§ **What the task requires**: Wherever the string "StatusShape" appears in the entries below, return the line that holds it.
─── Supplied records ───
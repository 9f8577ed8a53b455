import type { ReactNode } from "react";
import { classNames } from "../class-names";
import type { StatusKind } from "./status-mark-kind";
import { StatusShape } from "./status-shape";

const inks: Record<StatusKind, string> = {
  pass: "text-petrol",
  "conditional pass": "text-petrol",
  "conditional fail": "text-out",
  fail: "text-out",
  held: "text-held",
  late: "text-out",
  due: "text-held",
  neutral: "text-ink-2",
};

type Props = {
  kind: StatusKind;
  /** The word beside the shape; the kind's own when left out. */
  children?: ReactNode;
};

/** A state told by shape, word and colour at once, so that any one of them is enough. */
export function StatusMark({ kind, children }: Props) {
  return (
    <span className={classNames("inline-flex items-baseline gap-1.5 font-medium", inks[kind])}>
      <StatusShape kind={kind} />
      <span>{children ?? (kind === "neutral" ? "no verdict" : kind)}</span>
    </span>
  );
}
───
§ **Answer section**:
import { StatusShape } from "./status-shape";
      <StatusShape kind={kind} />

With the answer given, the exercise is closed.